START Study material
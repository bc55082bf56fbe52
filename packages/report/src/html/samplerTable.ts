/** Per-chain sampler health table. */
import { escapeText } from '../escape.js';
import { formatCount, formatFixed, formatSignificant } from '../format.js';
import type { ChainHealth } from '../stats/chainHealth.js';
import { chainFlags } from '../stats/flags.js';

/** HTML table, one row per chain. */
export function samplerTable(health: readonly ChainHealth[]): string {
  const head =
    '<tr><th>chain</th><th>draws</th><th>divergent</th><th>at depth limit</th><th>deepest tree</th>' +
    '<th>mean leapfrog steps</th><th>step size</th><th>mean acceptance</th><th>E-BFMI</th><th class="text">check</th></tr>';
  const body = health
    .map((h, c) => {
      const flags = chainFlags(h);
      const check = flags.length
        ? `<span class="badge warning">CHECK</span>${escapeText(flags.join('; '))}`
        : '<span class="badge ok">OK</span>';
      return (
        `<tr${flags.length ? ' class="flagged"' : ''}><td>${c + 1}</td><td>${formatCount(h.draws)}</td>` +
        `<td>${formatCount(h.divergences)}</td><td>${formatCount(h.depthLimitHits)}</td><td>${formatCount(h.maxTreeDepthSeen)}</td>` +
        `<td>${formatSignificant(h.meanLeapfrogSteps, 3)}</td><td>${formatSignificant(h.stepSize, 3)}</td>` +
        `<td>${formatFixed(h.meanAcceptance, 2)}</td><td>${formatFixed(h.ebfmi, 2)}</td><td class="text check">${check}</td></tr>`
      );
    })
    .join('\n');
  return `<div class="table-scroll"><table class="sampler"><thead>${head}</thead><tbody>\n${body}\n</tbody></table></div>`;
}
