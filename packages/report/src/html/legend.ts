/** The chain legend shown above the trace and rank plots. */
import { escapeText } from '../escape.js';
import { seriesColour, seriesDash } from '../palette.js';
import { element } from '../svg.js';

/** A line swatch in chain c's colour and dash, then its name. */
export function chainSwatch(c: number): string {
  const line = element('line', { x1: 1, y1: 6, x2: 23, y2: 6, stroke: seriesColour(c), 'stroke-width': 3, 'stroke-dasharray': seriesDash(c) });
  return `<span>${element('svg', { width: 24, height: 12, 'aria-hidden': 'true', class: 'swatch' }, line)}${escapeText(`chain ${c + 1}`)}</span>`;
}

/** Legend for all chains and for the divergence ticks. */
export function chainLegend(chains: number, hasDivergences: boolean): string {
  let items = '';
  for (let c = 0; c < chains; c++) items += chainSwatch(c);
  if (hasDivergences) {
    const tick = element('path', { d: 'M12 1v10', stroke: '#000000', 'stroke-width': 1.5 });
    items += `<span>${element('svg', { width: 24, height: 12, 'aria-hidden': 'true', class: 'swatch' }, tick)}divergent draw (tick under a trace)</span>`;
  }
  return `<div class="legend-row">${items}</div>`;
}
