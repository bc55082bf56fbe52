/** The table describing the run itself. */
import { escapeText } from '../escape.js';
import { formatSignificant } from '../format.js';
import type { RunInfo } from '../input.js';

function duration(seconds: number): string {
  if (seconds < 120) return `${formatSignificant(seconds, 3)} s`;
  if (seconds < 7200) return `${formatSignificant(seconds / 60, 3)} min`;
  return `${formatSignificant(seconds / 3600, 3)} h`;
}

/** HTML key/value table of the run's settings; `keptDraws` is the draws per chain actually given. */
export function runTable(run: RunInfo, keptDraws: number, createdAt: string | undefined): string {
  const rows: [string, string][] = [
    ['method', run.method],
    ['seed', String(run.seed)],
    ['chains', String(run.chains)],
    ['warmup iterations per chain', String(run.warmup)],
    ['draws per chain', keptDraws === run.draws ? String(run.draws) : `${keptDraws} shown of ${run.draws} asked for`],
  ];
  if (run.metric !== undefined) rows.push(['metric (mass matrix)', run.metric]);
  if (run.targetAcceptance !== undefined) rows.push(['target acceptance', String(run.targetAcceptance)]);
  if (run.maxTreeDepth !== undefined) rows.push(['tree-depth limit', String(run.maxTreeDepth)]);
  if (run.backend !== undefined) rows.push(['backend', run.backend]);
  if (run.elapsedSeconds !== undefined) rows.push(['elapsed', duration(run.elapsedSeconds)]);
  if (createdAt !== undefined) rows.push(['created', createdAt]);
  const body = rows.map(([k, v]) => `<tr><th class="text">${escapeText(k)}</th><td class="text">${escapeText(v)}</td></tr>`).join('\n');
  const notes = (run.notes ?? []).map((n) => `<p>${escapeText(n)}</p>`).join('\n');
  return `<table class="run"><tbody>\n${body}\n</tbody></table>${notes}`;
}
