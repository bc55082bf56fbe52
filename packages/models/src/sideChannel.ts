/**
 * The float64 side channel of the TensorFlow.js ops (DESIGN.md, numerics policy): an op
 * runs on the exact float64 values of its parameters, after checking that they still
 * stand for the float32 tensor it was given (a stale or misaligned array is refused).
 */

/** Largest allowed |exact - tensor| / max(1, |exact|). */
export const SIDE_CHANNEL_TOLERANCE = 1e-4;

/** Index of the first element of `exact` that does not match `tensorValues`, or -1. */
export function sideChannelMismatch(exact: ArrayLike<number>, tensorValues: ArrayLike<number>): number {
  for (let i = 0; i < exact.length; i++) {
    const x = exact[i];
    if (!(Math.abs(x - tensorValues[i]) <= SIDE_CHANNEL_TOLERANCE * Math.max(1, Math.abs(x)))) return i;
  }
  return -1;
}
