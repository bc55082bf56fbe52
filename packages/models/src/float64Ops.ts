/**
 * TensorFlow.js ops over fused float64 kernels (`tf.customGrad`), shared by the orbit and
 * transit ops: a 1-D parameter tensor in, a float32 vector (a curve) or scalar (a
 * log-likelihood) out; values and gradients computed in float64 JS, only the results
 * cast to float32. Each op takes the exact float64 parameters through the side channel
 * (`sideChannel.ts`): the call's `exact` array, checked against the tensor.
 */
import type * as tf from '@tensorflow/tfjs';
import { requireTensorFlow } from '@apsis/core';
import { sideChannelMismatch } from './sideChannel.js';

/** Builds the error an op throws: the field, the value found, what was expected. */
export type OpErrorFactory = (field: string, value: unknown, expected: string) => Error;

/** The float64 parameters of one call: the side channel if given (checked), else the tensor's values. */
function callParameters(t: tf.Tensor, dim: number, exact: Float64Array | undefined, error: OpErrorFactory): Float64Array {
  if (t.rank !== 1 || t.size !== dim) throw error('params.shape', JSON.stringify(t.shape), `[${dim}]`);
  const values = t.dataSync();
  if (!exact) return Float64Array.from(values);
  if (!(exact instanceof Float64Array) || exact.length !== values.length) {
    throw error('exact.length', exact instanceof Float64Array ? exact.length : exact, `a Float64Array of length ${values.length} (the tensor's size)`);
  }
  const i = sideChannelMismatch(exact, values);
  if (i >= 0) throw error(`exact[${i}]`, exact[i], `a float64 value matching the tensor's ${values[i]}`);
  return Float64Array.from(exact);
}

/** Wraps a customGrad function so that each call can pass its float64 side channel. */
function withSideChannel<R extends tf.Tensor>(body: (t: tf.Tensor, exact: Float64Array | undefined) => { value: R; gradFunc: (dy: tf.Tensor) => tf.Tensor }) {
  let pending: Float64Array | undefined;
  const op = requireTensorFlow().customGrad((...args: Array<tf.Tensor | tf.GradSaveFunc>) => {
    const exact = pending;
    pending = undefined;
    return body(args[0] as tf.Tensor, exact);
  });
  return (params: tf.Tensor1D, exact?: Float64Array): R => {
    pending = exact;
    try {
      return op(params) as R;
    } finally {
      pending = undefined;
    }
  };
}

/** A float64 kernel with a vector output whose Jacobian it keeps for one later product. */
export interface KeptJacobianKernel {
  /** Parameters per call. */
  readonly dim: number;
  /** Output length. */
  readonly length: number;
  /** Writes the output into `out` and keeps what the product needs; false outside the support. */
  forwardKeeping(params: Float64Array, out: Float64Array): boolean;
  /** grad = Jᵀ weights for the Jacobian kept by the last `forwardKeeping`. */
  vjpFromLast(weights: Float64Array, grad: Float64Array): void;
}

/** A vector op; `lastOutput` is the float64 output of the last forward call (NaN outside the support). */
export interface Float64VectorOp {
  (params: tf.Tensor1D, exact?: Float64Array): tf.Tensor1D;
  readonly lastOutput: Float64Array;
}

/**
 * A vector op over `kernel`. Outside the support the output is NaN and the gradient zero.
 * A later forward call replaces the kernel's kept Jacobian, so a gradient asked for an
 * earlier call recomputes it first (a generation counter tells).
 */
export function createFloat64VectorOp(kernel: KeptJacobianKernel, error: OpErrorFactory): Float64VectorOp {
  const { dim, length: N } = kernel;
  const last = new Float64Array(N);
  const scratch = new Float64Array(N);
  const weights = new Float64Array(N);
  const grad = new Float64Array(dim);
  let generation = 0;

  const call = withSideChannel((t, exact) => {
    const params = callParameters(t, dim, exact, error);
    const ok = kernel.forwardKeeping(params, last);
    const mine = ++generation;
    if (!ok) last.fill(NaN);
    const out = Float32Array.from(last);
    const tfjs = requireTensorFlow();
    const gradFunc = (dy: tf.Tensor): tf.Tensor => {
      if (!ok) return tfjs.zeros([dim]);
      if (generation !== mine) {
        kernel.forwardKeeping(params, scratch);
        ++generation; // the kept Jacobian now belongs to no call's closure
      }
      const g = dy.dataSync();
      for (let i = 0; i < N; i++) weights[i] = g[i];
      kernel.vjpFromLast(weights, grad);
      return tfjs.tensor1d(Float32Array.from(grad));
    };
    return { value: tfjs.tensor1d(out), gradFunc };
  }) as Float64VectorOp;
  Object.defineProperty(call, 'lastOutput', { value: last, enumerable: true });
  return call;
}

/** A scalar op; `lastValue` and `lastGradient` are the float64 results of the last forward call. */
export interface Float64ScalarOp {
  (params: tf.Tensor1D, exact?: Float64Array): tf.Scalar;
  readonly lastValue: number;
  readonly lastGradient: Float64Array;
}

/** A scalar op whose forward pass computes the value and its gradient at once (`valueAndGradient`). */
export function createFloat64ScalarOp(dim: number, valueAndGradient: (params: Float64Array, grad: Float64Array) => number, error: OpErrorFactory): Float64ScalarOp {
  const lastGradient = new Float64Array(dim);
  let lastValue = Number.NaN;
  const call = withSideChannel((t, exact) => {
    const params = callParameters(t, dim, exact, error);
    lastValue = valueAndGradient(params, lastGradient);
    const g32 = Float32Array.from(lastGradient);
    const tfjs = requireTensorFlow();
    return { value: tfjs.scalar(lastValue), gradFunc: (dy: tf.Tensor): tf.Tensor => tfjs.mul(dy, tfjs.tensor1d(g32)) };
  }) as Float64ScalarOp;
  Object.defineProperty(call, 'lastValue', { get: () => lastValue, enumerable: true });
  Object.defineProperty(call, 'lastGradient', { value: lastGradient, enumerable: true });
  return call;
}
END Study material
- Description of the task: Return every line of the listing that has the word "boolean" in it.

- Answer section:
export function chainLegend(chains: number, hasDivergences: boolean): string {
  forwardKeeping(params: Float64Array, out: Float64Array): boolean;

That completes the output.